Within the last week, reports surfaced that two global telecoms groups intend to sell off their telecoms assets in Malaysia.

According to Bloomberg, Saudi Telecommunications Company (STC) is considering offloading its 16 per cent stake in Maxis, valued at around $1.8 billion, while Telenor is looking at selling its 49 per cent stake in Digi or lining up a partner to form a joint venture.

The question is why?

Unlike most mobile markets in Asia, Malaysia isn’t dominated by a single player, such as Australia (Telstra controls 52 per cent of mobile connections) or Thailand (AIS has a 45 per cent share), or a market controlled by two players, like the Philippines, where Smart and Globe Telecom hold a collective 99 per cent share.

Malaysia, with a population of 30 million, is fiercely competitive. It has six mobile players after Telekom Malaysia (TM) reentered the wireless space with the launch of Webe in early August. TM rebranded Packet One Networks (P1), which it acquired in 2014, and is offering unlimited voice, SMS and LTE data service for MYR79 (about $19) per month. Average ARPU in the country is just $11.50 a month, which has been steady over the past year.

On the upside, 4G penetration has huge potential for growth, standing at just 25 per cent after doubling over the last year. Nearly 30 per cent of Maxis’ customers are 4G users, while less than 6 per cent of U-Mobile’s connections are 4G.

Changes at the top
Maxis is marginally the market leader with 12.1 million connections, or a 28.8 per cent share, with Digi a very close second with 12 million connections (28.5 per cent share) and Celcom Axiata third with 11.2 million connections (26.7 per cent share), according to GSMA Intelligence’s Q2 figures.

Over the past two years their market shares have narrowed in the same range, as Digi expanded its share by 2.5 points at the expense of its rivals. Celcom lost 6 percentage points since it was the market leader in Q2 2014, when it had a 33 per cent share and its sub base peaked at 13.4 million.

Maxis, meanwhile, has fared little better – its market share has fallen nearly 3 points since Q1 2015 and its sub base peaked at 13.3 million the next quarter. It has just 120,000 more subs than number two Digi, which moved ahead of Celcom in last quarter.

But anaemic subscriber growth isn’t the major problem. Falling revenue and ARPU likely are.

Celcom’s revenue again declined in Q2, falling 6.6 per cent, with blended ARPU down 9.3 per cent to MYR39 ($9.72). Digi’s revenue dropped 4 per cent in local currency terms in Q2 and ARPU fell 6 per cent “due to continued price pressure on international traffic and domestic data.” Maxis posted similar results: net profit fell 14 per cent in Q2 and service revenue was off 1.6 per cent (prepaid revenue dropped 5.2 per cent). Its H1 capex was 42 per cent higher than the previous year.

It’s interesting that Axiata Group aims to reduce its stakes in Indonesia (XL), Sri Lanka (Dialog) and Cambodia (Smart) to raise funds to pay down its rising debt burden but is holding on to its domestic assets despite continued struggles over the past year or more.

Looking for growth
Market share and even financial results, however, may not be the only factors behind Telenor and STC considering pulling out.
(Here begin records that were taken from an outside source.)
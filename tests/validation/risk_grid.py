"""The known designs of the study of predicted risk: their laws, their columns and the grid.

The grid was fixed by true risks alone, before any prediction was looked at; the recorded risks
are the means over the study's own samples (`risk_calibration.py --record`).
"""

from __future__ import annotations

import math
from collections.abc import Callable
from dataclasses import dataclass

import numpy as np
from known_laws import BURN_IN, LAPLACE, NORMAL, KnownLaw, skewed_student, stable, student

from scantling.core.record import FloatArray

SEED = 20
REPLICATIONS = 20
EFFECTS = 3
EFFECT = 0.2
"""Each true coefficient, sd of the errors per sd of a column."""
OWN_LAGS = 20
SERIES_LAGS = 10
SHARED = ("shared volatility", "shared lags")
"""Columns that need the errors' volatility."""
UNORDERED = ("uniform", "dummies 2 %", "dummies 5 %", "products of normal", "products of t 6")
"""Columns of cross sections: their rows have no order in time."""


@dataclass(frozen=True, slots=True, kw_only=True)
class KnownErrors:
    """A law of errors."""

    family: str
    """Family of the maximum-likelihood rival, under which results are grouped."""
    innovations: KnownLaw
    """Law of the independent innovations."""
    variance: float = 1.0
    """Of the innovations (of the stable law, twice its squared scale)."""
    garch: tuple[float, float] | None = None
    """alpha and beta of a GARCH(1,1) of unit variance; None: constant volatility."""

    def draw(self, rng: np.random.Generator, path: FloatArray, count: int) -> FloatArray:
        """Errors given the volatility path (n,), shape (n, count)."""
        return path[:, None] * self._unit(rng, path.size, count)

    def sample(self, rng: np.random.Generator, rows: int) -> tuple[FloatArray, FloatArray]:
        """One series of errors and its volatility, each (rows,)."""
        if self.garch is None:
            return self._unit(rng, rows, 1)[:, 0], np.ones(rows)
        shocks = self._unit(rng, rows + BURN_IN, 1)[:, 0]
        path = volatility(shocks[:, None], *self.garch)[:, 0]
        return (path * shocks)[BURN_IN:], path[BURN_IN:]

    def _unit(self, rng: np.random.Generator, rows: int, count: int) -> FloatArray:
        return self.innovations.draw(rng, rows, count) / math.sqrt(self.variance)


@dataclass(frozen=True, slots=True, kw_only=True)
class Sample:
    """One sample of a known design."""

    X: FloatArray
    """Columns, mean 0 and mean square 1, shape (n, p)."""
    y: FloatArray
    """Response, shape (n,)."""
    errors: FloatArray
    """True errors, shape (n,)."""
    path: FloatArray
    """Their true volatility, shape (n,)."""


@dataclass(frozen=True, slots=True, kw_only=True)
class KnownDesign:
    """Errors, columns and sizes."""

    errors: str
    """Key of ERRORS."""
    columns: str
    """Key of COLUMNS, or 'own lags'."""
    rows: int
    """n."""
    width: int
    """p, all of them asked for."""
    rule: str = "plug-in"
    """plug-in | self-normalised."""
    risk: float
    """True break-through risk, mean over the study's samples."""

    @property
    def name(self) -> str:
        """As printed; also names its random streams."""
        loadings = "" if self.rule == "plug-in" else ", self-normalised"
        return f"{self.errors} / {self.columns}, {self.rows} x {self.width}{loadings}"

    @property
    def law(self) -> KnownErrors:
        """The law of the errors."""
        return ERRORS[self.errors]

    @property
    def time_ordered(self) -> bool:
        """Whether the chain is told that rows follow one another in time."""
        return self.columns not in UNORDERED

    def sample(self, rng: np.random.Generator) -> Sample:
        """Draw columns, errors and volatility path; the first three columns carry effects."""
        before = OWN_LAGS if self.columns == "own lags" else 0
        rows = self.rows + before
        errors, path = self.law.sample(rng, rows)
        if before:
            X = rng.standard_t(4, (rows, self.width - OWN_LAGS))
        else:
            X = COLUMNS[self.columns](rng, rows, self.width, path)
        X = standardised(X)
        y = errors + EFFECT * X[:, :EFFECTS] @ rng.choice([-1.0, 1.0], EFFECTS)
        if before:
            lags = [y[before - lag : rows - lag] for lag in range(1, OWN_LAGS + 1)]
            X = standardised(np.column_stack([X[before:], *lags]))
        return Sample(X=X, y=y[before:], errors=errors[before:], path=path[before:])


def volatility(shocks: FloatArray, alpha: float, beta: float) -> FloatArray:
    """sigma_t of GARCH(1,1) of unit variance for each column of unit-variance shocks."""
    out, variance = np.empty_like(shocks), np.ones(shocks.shape[1])
    for t, shock in enumerate(shocks):
        out[t] = np.sqrt(variance)
        variance = 1 - alpha - beta + variance * (alpha * shock**2 + beta)
    return out


def standardised(X: FloatArray) -> FloatArray:
    """Columns of mean 0 and mean square 1."""
    centred = X - X.mean(axis=0)
    return np.asarray(centred / np.sqrt((centred**2).mean(axis=0)))


def _lags(series: FloatArray, rows: int, width: int) -> FloatArray:
    """Lags 1..10 of every series, as many columns as asked for."""
    end = series.shape[0]
    parts = [series[end - rows - lag : end - lag] for lag in range(1, SERIES_LAGS + 1)]
    return np.stack(parts, axis=2).reshape(rows, -1)[:, :width]


def _garch_lags(rng: np.random.Generator, rows: int, width: int, path: FloatArray) -> FloatArray:
    count = -(-width // SERIES_LAGS)
    shocks = rng.standard_t(5, (rows + BURN_IN, count)) * math.sqrt(3 / 5)
    return _lags(volatility(shocks, 0.10, 0.85) * shocks, rows, width)


def _shared_lags(rng: np.random.Generator, rows: int, width: int, path: FloatArray) -> FloatArray:
    """Lags of series with the errors' volatility; before the sample it stays at its first value."""
    count = -(-width // SERIES_LAGS)
    longer = np.concatenate([np.full(SERIES_LAGS, path[0]), path])
    return _lags(longer[:, None] * rng.standard_normal((longer.size, count)), rows, width)


def _factors(rng: np.random.Generator, rows: int, width: int, path: FloatArray) -> FloatArray:
    """Three t(4) factors, half of the variance, and t(4) remainders."""
    loadings = rng.standard_normal((3, width)) / math.sqrt(3)
    return rng.standard_t(4, (rows, 3)) @ loadings + rng.standard_t(4, (rows, width))


def _dummies(share: float) -> Columns:
    """0/1 columns, each active on the same number of rows."""

    def draw(rng: np.random.Generator, rows: int, width: int, path: FloatArray) -> FloatArray:
        first = np.zeros((rows, width))
        first[: max(3, round(share * rows))] = 1.0
        return rng.permuted(first, axis=0)

    return draw


def _squares(df: float) -> Columns:
    """Half of the columns, then the squares of these."""

    def draw(rng: np.random.Generator, rows: int, width: int, path: FloatArray) -> FloatArray:
        raw = _values(rng, df, (rows, -(-width // 2)))
        return np.column_stack([raw, raw**2])[:, :width]

    return draw


def _products(df: float) -> Columns:
    """The fewest columns whose pairs suffice, then products of pairs."""

    def draw(rng: np.random.Generator, rows: int, width: int, path: FloatArray) -> FloatArray:
        count = math.ceil((math.sqrt(1 + 8 * width) - 1) / 2)
        raw = _values(rng, df, (rows, count))
        left, right = np.triu_indices(count, 1)
        return np.column_stack([raw, raw[:, left] * raw[:, right]])[:, :width]

    return draw


def _values(rng: np.random.Generator, df: float, shape: tuple[int, int]) -> FloatArray:
    """Student t values; normal ones at infinite degrees of freedom."""
    return rng.standard_t(df, shape) if math.isfinite(df) else rng.standard_normal(shape)


def _student(df: float) -> Columns:
    return lambda rng, rows, width, path: _values(rng, df, (rows, width))


Columns = Callable[[np.random.Generator, int, int, FloatArray], FloatArray]
"""(generator, rows, width, the errors' volatility) -> columns, not yet standardised."""

COLUMNS: dict[str, Columns] = {
    "normal": _student(math.inf),
    "t 3": _student(3),
    "t 4": _student(4),
    "t 6": _student(6),
    "uniform": lambda rng, rows, width, path: rng.random((rows, width)),
    "equicorrelated t 4": lambda rng, rows, width, path: (
        rng.standard_t(4, (rows, 1)) + rng.standard_t(4, (rows, width))
    ),
    "factors": _factors,
    "dummies 2 %": _dummies(0.02),
    "dummies 5 %": _dummies(0.05),
    "squares of normal": _squares(math.inf),
    "squares of t 6": _squares(6),
    "products of normal": _products(math.inf),
    "products of t 6": _products(6),
    "GARCH lags": _garch_lags,
    "shared volatility": lambda rng, rows, width, path: (
        path[:, None] * rng.standard_normal((rows, width))
    ),
    "shared lags": _shared_lags,
}

GED_SHAPE = 1.3
GED = KnownLaw(
    name="GED 1.3",
    index=math.inf,
    draw=lambda rng, n, count: (
        rng.choice([-1.0, 1.0], (n, count))
        * rng.gamma(1 / GED_SHAPE, size=(n, count)) ** (1 / GED_SHAPE)
    ),
)


def _skewed() -> KnownLaw:
    """Two-piece t(4), skewness 1.5, less its mean E|t(4)| (1.5 - 1/1.5), E|t(4)| = 1."""
    law = skewed_student(4, 1.5)
    mean = 1.5 - 1 / 1.5
    return KnownLaw(
        name=law.name, index=4, draw=lambda rng, n, count: law.draw(rng, n, count) - mean
    )


SKEWED_VARIANCE = 2 * (1.5**3 + 1.5**-3) / (1.5 + 1 / 1.5) - (1.5 - 1 / 1.5) ** 2
GED_VARIANCE = math.gamma(3 / GED_SHAPE) / math.gamma(1 / GED_SHAPE)

ERRORS = {
    "normal": KnownErrors(family="normal", innovations=NORMAL),
    "Laplace": KnownErrors(family="Laplace", innovations=LAPLACE, variance=2),
    "GED 1.3": KnownErrors(family="GED", innovations=GED, variance=GED_VARIANCE),
    "t 2.5": KnownErrors(family="t", innovations=student(2.5), variance=5),
    "t 3": KnownErrors(family="t", innovations=student(3), variance=3),
    "t 4": KnownErrors(family="t", innovations=student(4), variance=2),
    "t 6": KnownErrors(family="t", innovations=student(6), variance=1.5),
    "skewed t 4": KnownErrors(
        family="skewed t", innovations=_skewed(), variance=SKEWED_VARIANCE
    ),
    "GARCH normal": KnownErrors(
        family="GARCH normal", innovations=NORMAL, garch=(0.12, 0.84)
    ),
    "GARCH t 5": KnownErrors(
        family="GARCH t", innovations=student(5), variance=5 / 3, garch=(0.10, 0.85)
    ),
    "stable 1.7": KnownErrors(family="stable", innovations=stable(1.7), variance=2),
}  # fmt: skip
APART = ("stable",)
"""Families whose errors have no variance: outside the promise, reported by themselves."""


def _design(
    errors: str, columns: str, rows: int, width: int, risk: float, rule: str = "plug-in"
) -> KnownDesign:
    return KnownDesign(
        errors=errors, columns=columns, rows=rows, width=width, risk=risk, rule=rule
    )  # fmt: skip


SELF = "self-normalised"
GRID = tuple(_design(*row) for row in (
    ("normal", "normal", 200, 200, 0.0082),
    ("normal", "t 3", 100, 500, 0.0044),
    ("normal", "t 3", 300, 1000, 0.0063),
    ("normal", "dummies 2 %", 200, 400, 0.0070),
    ("normal", "products of normal", 100, 300, 0.0053),
    ("normal", "GARCH lags", 500, 200, 0.0103),
    ("Laplace", "normal", 100, 100, 0.0084),
    ("Laplace", "t 3", 200, 800, 0.0405),
    ("Laplace", "t 3", 100, 300, 0.0315),
    ("Laplace", "t 4", 300, 500, 0.0175),
    ("Laplace", "dummies 2 %", 300, 400, 0.0725),
    ("Laplace", "products of t 6", 200, 500, 0.0294),
    ("Laplace", "squares of t 6", 500, 600, 0.0553),
    ("GED 1.3", "t 3", 200, 500, 0.0163),
    ("GED 1.3", "squares of t 6", 300, 400, 0.0240),
    ("GED 1.3", "dummies 2 %", 200, 800, 0.0441),
    ("GED 1.3", "normal", 300, 300, 0.0084),
    ("GED 1.3", "factors", 100, 200, 0.0078),
    ("t 2.5", "t 3", 200, 100, 0.1281),
    ("t 2.5", "t 3", 500, 1000, 0.3988),
    ("t 2.5", "t 4", 100, 100, 0.0709),
    ("t 2.5", "t 6", 300, 300, 0.0496),
    ("t 2.5", "normal", 300, 500, 0.0075),
    ("t 2.5", "dummies 5 %", 300, 50, 0.1242),
    ("t 2.5", "own lags", 500, 60, 0.0858),
    ("t 3", "t 3", 300, 800, 0.2362),
    ("t 3", "t 3", 100, 50, 0.0652),
    ("t 3", "t 3", 1000, 500, 0.1859),
    ("t 3", "t 4", 200, 400, 0.0903),
    ("t 3", "normal", 200, 1000, 0.0059),
    ("t 3", "uniform", 200, 500, 0.0037),
    ("t 3", "dummies 5 %", 500, 100, 0.0772),
    ("t 3", "own lags", 300, 60, 0.0586),
    ("t 3", "factors", 300, 200, 0.0328),
    ("t 3", "t 4", 300, 400, 0.0016, SELF),
    ("t 4", "t 4", 300, 1000, 0.0546),
    ("t 4", "t 4", 100, 300, 0.0361),
    ("t 4", "t 4", 1000, 300, 0.0283),
    ("t 4", "t 3", 500, 400, 0.0856),
    ("t 4", "t 3", 200, 30, 0.0380),
    ("t 4", "normal", 100, 1000, 0.0036),
    ("t 4", "squares of normal", 300, 200, 0.0290),
    ("t 4", "products of t 6", 300, 400, 0.0617),
    ("t 4", "dummies 2 %", 200, 100, 0.1557),
    ("t 4", "equicorrelated t 4", 200, 300, 0.0146),
    ("t 4", "own lags", 500, 40, 0.0268),
    ("t 4", "squares of t 6", 200, 200, 0.0013, SELF),
    ("t 6", "t 3", 200, 500, 0.0376),
    ("t 6", "t 4", 500, 1000, 0.0188),
    ("t 6", "t 6", 300, 500, 0.0097),
    ("t 6", "products of t 6", 200, 800, 0.0297),
    ("t 6", "squares of t 6", 300, 600, 0.0626),
    ("t 6", "dummies 2 %", 500, 500, 0.0487),
    ("t 6", "uniform", 100, 200, 0.0056),
    ("t 6", "GARCH lags", 300, 200, 0.0129),
    ("skewed t 4", "t 4", 200, 500, 0.0649),
    ("skewed t 4", "t 3", 300, 100, 0.0659),
    ("skewed t 4", "normal", 300, 300, 0.0089),
    ("skewed t 4", "dummies 2 %", 300, 200, 0.2357),
    ("skewed t 4", "factors", 500, 300, 0.0250),
    ("skewed t 4", "products of normal", 200, 400, 0.0353),
    ("GARCH normal", "shared volatility", 300, 200, 0.1041),
    ("GARCH normal", "shared volatility", 1000, 400, 0.1751),
    ("GARCH normal", "shared volatility", 500, 300, 0.0048, SELF),
    ("GARCH normal", "shared lags", 500, 100, 0.0716),
    ("GARCH normal", "own lags", 500, 60, 0.0353),
    ("GARCH normal", "GARCH lags", 300, 300, 0.0148),
    ("GARCH normal", "t 4", 500, 500, 0.0097),
    ("GARCH normal", "normal", 200, 100, 0.0108),
    ("GARCH t 5", "shared volatility", 300, 100, 0.0893),
    ("GARCH t 5", "shared volatility", 1000, 100, 0.1658),
    ("GARCH t 5", "shared volatility", 500, 200, 0.0044, SELF),
    ("GARCH t 5", "shared lags", 500, 30, 0.0734),
    ("GARCH t 5", "own lags", 500, 60, 0.0928),
    ("GARCH t 5", "GARCH lags", 300, 100, 0.0302),
    ("GARCH t 5", "t 4", 500, 300, 0.0299),
    ("GARCH t 5", "t 6", 1000, 20, 0.0194),
    ("stable 1.7", "normal", 300, 300, 0.0084),
    ("stable 1.7", "t 4", 200, 100, 0.1037),
    ("stable 1.7", "dummies 5 %", 300, 50, 0.2057),
    ("stable 1.7", "t 6", 500, 300, 0.0021, SELF),
))  # fmt: skip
The Malaysian Communications and Multimedia Commission’s (MCMC) surprise move to reallocate spectrum will intensify competition as Digi and U-Mobile will gain access to more capex-efficient spectrum, which will help them to challenge the one-time market leaders Maxis and Celcom, Fitch Rating said.

In February the MCMC announced it will directly assign the 900MHz and 1.8GHz bands to the four operators. Digi will receive 2x5MHz of 900MHz spectrum and 2x20MHz in the 1.8GHz band. Celcom and Maxis had their spectrum allocations reduced to 2x10MHz in the 900MHz band and 2x20MHz in the 1.8GHz range. This leaves U-Mobile with 5MHz of 900MHz and 15MHz of 1.8GHz spectrum. It previously only had spectrum in the 2.1 and 2.6GHz bands.

Analysts said the reallocation effectively means Celcom and Maxis will need to give back spectrum they currently own.

Other factors
While there are a number of possible drivers, the most likely ones are that both Telenor and STC are rethinking their investment in a small, maturing Asian market and preparing to find opportunities in frontier or emerging markets, or they simply want to focus on their core markets at a time when margins are falling due to rising network investment to keep up with massive data consumption.

As one market watcher told Mobile World Live: “When resources become more limited from competition, they may want to concentrate their energies in ‘home’ or ‘core’ markets to cement dominant positions (out-invest) and fight competition”.

Whatever the reason, it certainly was a coincidence news of their intentions leaked just days apart.

The editorial views expressed in this article are solely those of the author(s) and will not necessarily reflect the views of the GSMA, its Members or Associate Members.